<<<<

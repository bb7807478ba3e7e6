/** What a canned cycle keeps from one line to the next. */
export interface CycleMemory {
  /** The cycle the sticky words belong to, in tenths; 800 for none. */
  code: number;
  depth: number;
  retract: number;
  dwell: number;
  peck: number;
  /** Level of the depth axis where the series began, machine mm. */
  seriesLevel: number;
}

export function emptyCycle(): CycleMemory {
  return { code: 800, depth: NaN, retract: NaN, dwell: NaN, peck: NaN, seriesLevel: NaN };
}
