import { text } from './finding-data';
import { reportProblem } from './report-problem';
import { defineRule } from './rule';

const CENTRE_LETTERS: Readonly<Record<string, string>> = {
  xy: 'I and J',
  zx: 'I and K',
  yz: 'J and K',
};

/** An arc with neither a radius nor a centre: those words are not modal (NISTIR 6556 section 3.5.3). */
export const arcCentreMissing = defineRule({
  id: 'arc-centre-missing',
  group: 'arcs-and-cycles',
  title: 'An arc has neither centre nor radius',
  severity: 'stop',
  protects: 'The run from an alarm, or from the arc of an earlier block drawn in the wrong place.',
  explanation:
    'G2 and G3 stay in force from block to block, their I, J, K and R words do not. A bare coordinate after an arc needs G1 or its own centre. The walk goes on from the end point as written.',
  examples: {
    bad: 'G21 G90 G54 G17\nG0 X10 Y0\nG3 X0 Y10 I-10 J0 F500\nX-10 Y0\nM30',
    good: 'G21 G90 G54 G17\nG0 X10 Y0\nG3 X0 Y10 I-10 J0 F500\nG1 X-10 Y0\nM30',
  },
  word: (data) => ({
    message:
      text(data, 'reason') === 'one-word'
        ? 'Arc centres count from program zero here (G90.1), and the block gives one of the two centre words.'
        : 'An arc is in force here, but the block gives neither a radius nor a centre.',
    advice: `Add ${CENTRE_LETTERS[text(data, 'plane')] ?? 'the centre words'} or R, or write G1 if a straight move is meant.`,
  }),
  observe: (_shop, report) => reportProblem(report, 'arc-centre-missing', () => ''),
});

>>>>

Task statement: The lines to output run from the one containing "NaN, seriesLevel: NaN" to the last line of the entries; give them back exactly.

Response area:
  return { code: 800, depth: NaN, retract: NaN, dwell: NaN, peck: NaN, seriesLevel: NaN };
}
import { text } from './finding-data';
import { reportProblem } from './report-problem';
import { defineRule } from './rule';

const CENTRE_LETTERS: Readonly<Record<string, string>> = {
  xy: 'I and J',
  zx: 'I and K',
  yz: 'J and K',
};

/** An arc with neither a radius nor a centre: those words are not modal (NISTIR 6556 section 3.5.3). */
export const arcCentreMissing = defineRule({
  id: 'arc-centre-missing',
  group: 'arcs-and-cycles',
  title: 'An arc has neither centre nor radius',
  severity: 'stop',
  protects: 'The run from an alarm, or from the arc of an earlier block drawn in the wrong place.',
  explanation:
    'G2 and G3 stay in force from block to block, their I, J, K and R words do not. A bare coordinate after an arc needs G1 or its own centre. The walk goes on from the end point as written.',
  examples: {
    bad: 'G21 G90 G54 G17\nG0 X10 Y0\nG3 X0 Y10 I-10 J0 F500\nX-10 Y0\nM30',
    good: 'G21 G90 G54 G17\nG0 X10 Y0\nG3 X0 Y10 I-10 J0 F500\nG1 X-10 Y0\nM30',
  },
  word: (data) => ({
    message:
      text(data, 'reason') === 'one-word'
        ? 'Arc centres count from program zero here (G90.1), and the block gives one of the two centre words.'
        : 'An arc is in force here, but the block gives neither a radius nor a centre.',
    advice: `Add ${CENTRE_LETTERS[text(data, 'plane')] ?? 'the centre words'} or R, or write G1 if a straight move is meant.`,
  }),
  observe: (_shop, report) => reportProblem(report, 'arc-centre-missing', () => ''),
});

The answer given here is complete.